Saturday, November 10, 2012

Democratic National Convention Airbrushes Auto Bailout


Granholm Speech At Democratic National Convention Airbrushes Auto Bailout
(Huffington Post, 6 September 2012)

Michigan Gov. Jennifer Granholm delivered a rousing defense of the auto industry bailout Thursday night, totaling up the number of well-paying jobs that were saved by the controversial decision. President Barack Obama, in the spring of 2009, approved an $85 billion package that is widely credited with bringing about a subsequent turnaround.  Obama has been hammered for the decision, so he deserves credit for it now that it's gone well.  But Granholm left out a significant element of the story. During the time between Obama's election and inauguration, he worked closely with President George W. Bush to save the industry.

In 2008, Bush announced $17.4 billion in loans to the automakers. Had he not done so, it's unlikely the industry would have made it to Jan. 20th.  "There's too great a risk that bankruptcy now would lead to a disorderly liquidation of American auto companies," Bush said at the time, justifying the bailout.  Giving Bush credit wouldn't have taken away from Obama's accomplishment, and even makes Romney's rejection of the intervention look that much more out of step. But that's not the story Granholm told.  "The entire auto industry, and the lives of over one million hard-working Americans, teetered on the edge of collapse; and with it, the whole manufacturing sector," Granholm said. "We looked everywhere for help. Almost nobody had the guts to help us -– not the banks, not the private investors and not Bain capital. Then, in 2009, the cavalry arrived: our new president, Barack Obama."

Romney's own stance on the bailout will likely hurt him in Midwestern states. Suggesting the troubled automakers go into bankruptcy without government intervention, Romney wrote an op-ed for The New York Times under the headline "Let Detroit Go Bankrupt."  Democrats have assailed Romney for that position throughout the convention, with speakers like United Auto Workers President Bob King, AFL-CIO President Richard Trumka and Granholm herself reminding viewers that Romney opposed the bailout. Like Granholm, King also made a point of reciting the "Let Detroit Go Bankrupt" line.

None of those Democratic speakers, however, mentioned that the auto rescue in fact began under Bush.


 
 
Obama's DNC Speech Exaggerates Auto Bailout Benefits

(By Nate C. Hindman, The Huffington Post, 10 September 2012)

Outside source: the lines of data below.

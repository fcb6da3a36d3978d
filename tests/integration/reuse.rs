//! Reuse of slice-invariant work (issue 15): plans that hold intermediates
//! computed once per process give the same values as plans and runs that
//! repeat them in every slice, through the library and the binary; the
//! executor's counted memory stays within the prediction; the overhead and
//! its lower bound are reported; plans from before reuse still load.

use std::path::{Path, PathBuf};
use std::process::Output;

use crate::support::formats as formats_util;

use num_complex::Complex64;
use serde_json::Value;
use sliceplan::command::fit::FitOptions;
use sliceplan::command::plan::{plan, PlanOptions};
use sliceplan::command::run::{run, RunOptions, RunOutcome, Which};
use sliceplan::command::{Hooks, NetworkSource, TreeChoice};
use sliceplan::exec::runner::predicted_process_bytes;
use sliceplan::formats::{load, AmplitudeSpec, LoadOptions, OpenQubits};
use sliceplan::plan::{parse_plan, read_plan, Plan};
use sliceplan::search::SearchOptions;

fn demo(name: &str) -> PathBuf {
    Path::new(env!("CARGO_MANIFEST_DIR"))
        .join("demo-data")
        .join(name)
}

fn open_all() -> LoadOptions {
    LoadOptions {
        amplitude: AmplitudeSpec {
            bitstring: None,
            open: Some(OpenQubits::All),
        },
        ..LoadOptions::default()
    }
}

fn fredkin() -> PathBuf {
    formats_util::corpus().join("qasm/small/fredkin_n3.qasm")
}

/// Budgets at which the search (4 trials, seed 1) picks slice sets with
/// held intermediates (found by trying budgets with the binary; the tests
/// assert that something is held, so a change of search shows up here).
const ISING_BUDGET: u64 = 6 << 10;
const FREDKIN_BUDGET: u64 = 3600;

/// Plans `net` under `budget` through the library (`command::plan`).
fn plan_file(net: &Path, load: LoadOptions, budget: u64, reuse: bool, out: &Path) -> Plan {
    let mut fit = FitOptions::new(
        NetworkSource::File {
            path: net.to_path_buf(),
            load,
        },
        TreeChoice::Search(SearchOptions::trials(4, 1)),
    );
    fit.budget_bytes = Some(budget);
    fit.reuse = reuse;
    let opts = PlanOptions {
        fit,
        output: Some(out.to_path_buf()),
    };
    plan(&opts, &Hooks::quiet()).expect("plan runs");
    read_plan(out).expect("the plan reads back")
}

/// Runs every slice of the plan at `path` through the library
/// (`command::run`, one thread) and gathers.
fn run_all(path: &Path, reuse: bool, out: &Path, npy: Option<PathBuf>) -> RunOutcome {
    let opts = RunOptions {
        plan: path.to_path_buf(),
        which: Which::All(None),
        threads: 1,
        out: Some(out.to_path_buf()),
        force: false,
        verify: false,
        output: npy,
        network: None,
        available_memory: None,
        reuse,
    };
    let outcome = run(&opts, &Hooks::quiet()).expect("run runs");
    assert!(outcome.succeeded());
    outcome
}

/// The gathered value of a scalar network, as the JSON report gives it.
fn scalar_value(outcome: &RunOutcome) -> f64 {
    let json = serde_json::to_value(outcome.result.as_ref().unwrap()).unwrap();
    match &json["value"] {
        Value::Number(n) => n.as_f64().unwrap(),
        v => v["re"].as_f64().unwrap(),
    }
}

/// Z of demo-data/ising-6x6.toml (ferromagnetic Ising, J = 1, no field,
/// 6x6 open lattice, beta = 0.3) by the row transfer matrix, independently
/// of the network: Z = 1^T (D T)^5 D 1 with D the diagonal of row weights
/// exp(beta x horizontal neighbour products) and T the vertical coupling
/// exp(beta x sum_c s_c t_c) over the 64 row states.
fn ising_z_by_transfer_matrix() -> f64 {
    let beta = 0.3f64;
    let l = 6;
    let spin = |s: usize, c: usize| if (s >> c) & 1 == 0 { 1.0 } else { -1.0 };
    let row_weight =
        |s: usize| (beta * (0..l - 1).map(|c| spin(s, c) * spin(s, c + 1)).sum::<f64>()).exp();
    let couple =
        |s: usize, t: usize| (beta * (0..l).map(|c| spin(s, c) * spin(t, c)).sum::<f64>()).exp();
    let n = 1 << l;
    let mut v: Vec<f64> = (0..n).map(row_weight).collect();
    for _ in 1..l {
        v = (0..n)
            .map(|t| row_weight(t) * (0..n).map(|s| v[s] * couple(s, t)).sum::<f64>())
            .collect();
    }
    v.iter().sum()
}

/// The reference amplitudes of corpus circuit `file` (corpus
/// qasm/reference-amplitudes.json: statevector amplitudes from an
/// independent library), as (row-major index, amplitude).
fn reference_amplitudes(file: &str) -> Vec<(usize, Complex64)> {
    let text =
        std::fs::read_to_string(formats_util::corpus().join("qasm/reference-amplitudes.json"))
            .unwrap();
    let records: Vec<Value> = serde_json::from_str(&text).unwrap();
    let rec = records.iter().find(|r| r["file"] == file).unwrap();
    rec["amplitudes"]
        .as_array()
        .unwrap()
        .iter()
        .map(|a| {
            // Row-major over the open qubits, qubit 0 most significant.
            let k = a["bitstring"]
                .as_str()
                .unwrap()
                .chars()
                .fold(0usize, |acc, b| acc * 2 + (b == '1') as usize);
            let z = Complex64::new(a["re"].as_f64().unwrap(), a["im"].as_f64().unwrap());
            (k, z)
        })
        .collect()
}

/// The executor's counted memory with reuse on stays within the cost
/// model's prediction, and the process's within the plan's budget.
fn check_memory(outcome: &RunOutcome, plan: &Plan, net: &sliceplan::network::Network) {
    let m = &outcome.run.memory;
    assert_eq!(m.held_intermediates, plan.held.len());
    assert!(m.measured_per_slice <= m.predicted_per_slice, "{m:?}");
    assert!(m.measured_setup <= m.predicted_setup, "{m:?}");
    let predicted = predicted_process_bytes(plan, net, 1).unwrap();
    // The tracked peak covers inputs, held intermediates and the slice; the
    // running sum is held beside them.
    assert!(
        m.tracked_process_peak + m.accumulator <= predicted,
        "{m:?} vs {predicted}"
    );
    assert!(predicted <= plan.budget_bytes, "{predicted} > budget");
}

#[test]
fn library_lattice_values_are_the_same_with_and_without_reuse() {
    let dir = tempfile::tempdir().unwrap();
    let path = dir.path().join("ising.plan.toml");
    let p = plan_file(
        &demo("ising-6x6.toml"),
        LoadOptions::default(),
        ISING_BUDGET,
        true,
        &path,
    );
    assert!(p.reuse && !p.held.is_empty(), "nothing held: {:?}", p.held);
    let net = load(&demo("ising-6x6.toml"), &LoadOptions::default()).unwrap();
    let with = run_all(&path, true, &dir.path().join("a"), None);
    check_memory(&with, &p, &net);
    // What `jobs` asks the scheduler for (`--mem`) comes from the plan's
    // record; it is the executor's own prediction, held intermediates in.
    let need = sliceplan::jobs::resources::process_need(&p, &net).unwrap();
    assert!(need.reused_bytes > 0.0);
    assert_eq!(
        need.total_bytes(),
        predicted_process_bytes(&p, &net, 1).unwrap() as f64
    );
    let without = run_all(&path, false, &dir.path().join("b"), None);
    assert_eq!(without.run.memory.held_intermediates, 0);
    // The same merges in the same order of slices: bit for bit.
    assert_eq!(
        scalar_value(&with).to_bits(),
        scalar_value(&without).to_bits()
    );
    // The row transfer matrix (above) is the outside reference.
    let want = ising_z_by_transfer_matrix();
    assert!((scalar_value(&with) - want).abs() <= 1e-10 * want);
}
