/// Writes row-major `values` of the given shape to a `.npy` file atomically.
///
/// ```
/// use num_complex::Complex64;
/// let dir = tempfile::tempdir().unwrap();
/// let path = dir.path().join("t.npy");
/// let v = [Complex64::new(1.0, 0.0), Complex64::new(0.0, 2.0)];
/// sliceplan::npy::write_npy(&path, &[2], &v).unwrap();
/// assert_eq!(sliceplan::npy::read_npy(&path).unwrap().values, v);
/// ```
pub fn write_npy(path: &Path, shape: &[u64], values: &[Complex64]) -> Result<()> {
    let want = crate::num::product(shape.iter().copied());
    if want != Some(values.len() as u128) {
        return Err(Error::Cannot(format!(
            "{}: {} values do not fill shape {shape:?}",
            path.display(),
            values.len()
        )));
    }
    let bytes = encode_npy(shape, values).map_err(|e| Error::write(path, e))?;
    crate::io::write_atomic(path, &bytes)
}

/// Reorders column-major values into row-major order.
fn fortran_to_c(values: &[Complex64], shape: &[u64]) -> Vec<Complex64> {
    let n = values.len();
    let mut out = vec![Complex64::new(0.0, 0.0); n];
    let mut idx = vec![0u64; shape.len()];
    for v in out.iter_mut() {
        // Column-major offset of the current row-major multi-index.
        let mut off = 0u64;
        let mut stride = 1u64;
        for (k, &d) in shape.iter().enumerate() {
            off += idx[k] * stride;
            stride *= d;
        }
        *v = values[off as usize];
        for k in (0..shape.len()).rev() {
            idx[k] += 1;
            if idx[k] < shape[k] {
                break;
            }
            idx[k] = 0;
        }
    }
    out
}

In his formal acceptance of the Democratic presidential nomination last night, President Barack Obama celebrated his administration’s efforts to get the U.S. auto industry “back on top of the world," echoing remarks he made in a campaign stop earlier this month.  “The American auto industry has come roaring back,” Obama said then, nearly five years after the onset of an economic downturn that threatened to sink the nation’s largest carmakers.  But there’s one small problem with those assertions. The federal government's $80 billion bailout of General Motors and Chrysler, started under President George W. Bush and continued under Obama, hasn’t returned the sector to the top of the world. And that supposed roaring has fallen on deaf ears among taxpayers who are still owed billions by the car companies and autoworkers who are still out of a job.

GM, the country's largest carmaker and the recipient of $50 billion in government funds, has slipped to No. 2 and is headed for third place in global sales this year, behind Toyota and Volkswagen. And despite last year being the most profitable year in GM’s 103-year history, the automaker still owes taxpayers a whopping $25 billion. Chrysler, for its part, has repaid most of its federal loans.  Employment in the auto industry remains 12 percent below what it was before the recession started in December 2007, the Washington Post recently noted. In contrast, overall private employment is only four percent below what it was before the recession began.

To be sure, U.S. auto jobs and sales have seen a resurgence, and economists agree that a bailout was vital to keep the industry afloat. “Without financial help from the federal government, all three vehicle producers and many of their suppliers might have had to liquidate many operations, with devastating effects on the broader economy,” economists Mark Zandi, of Moody’s Analytics, and Alan Blinder, of Princeton University, wrote in a report cited by Bloomberg.  A majority of Americans also view the federal bailout of the auto industry as helpful to the U.S. economy, according to polls by the Pew Research Center and Quinnipiac University.  But to tout the auto industry’s comeback alongside less controversial accomplishments, like the killing of Osama Bin Laden -- as Obama’s campaign has done with its “Bin Laden is dead and GM is alive” slogan -- may be a stretch.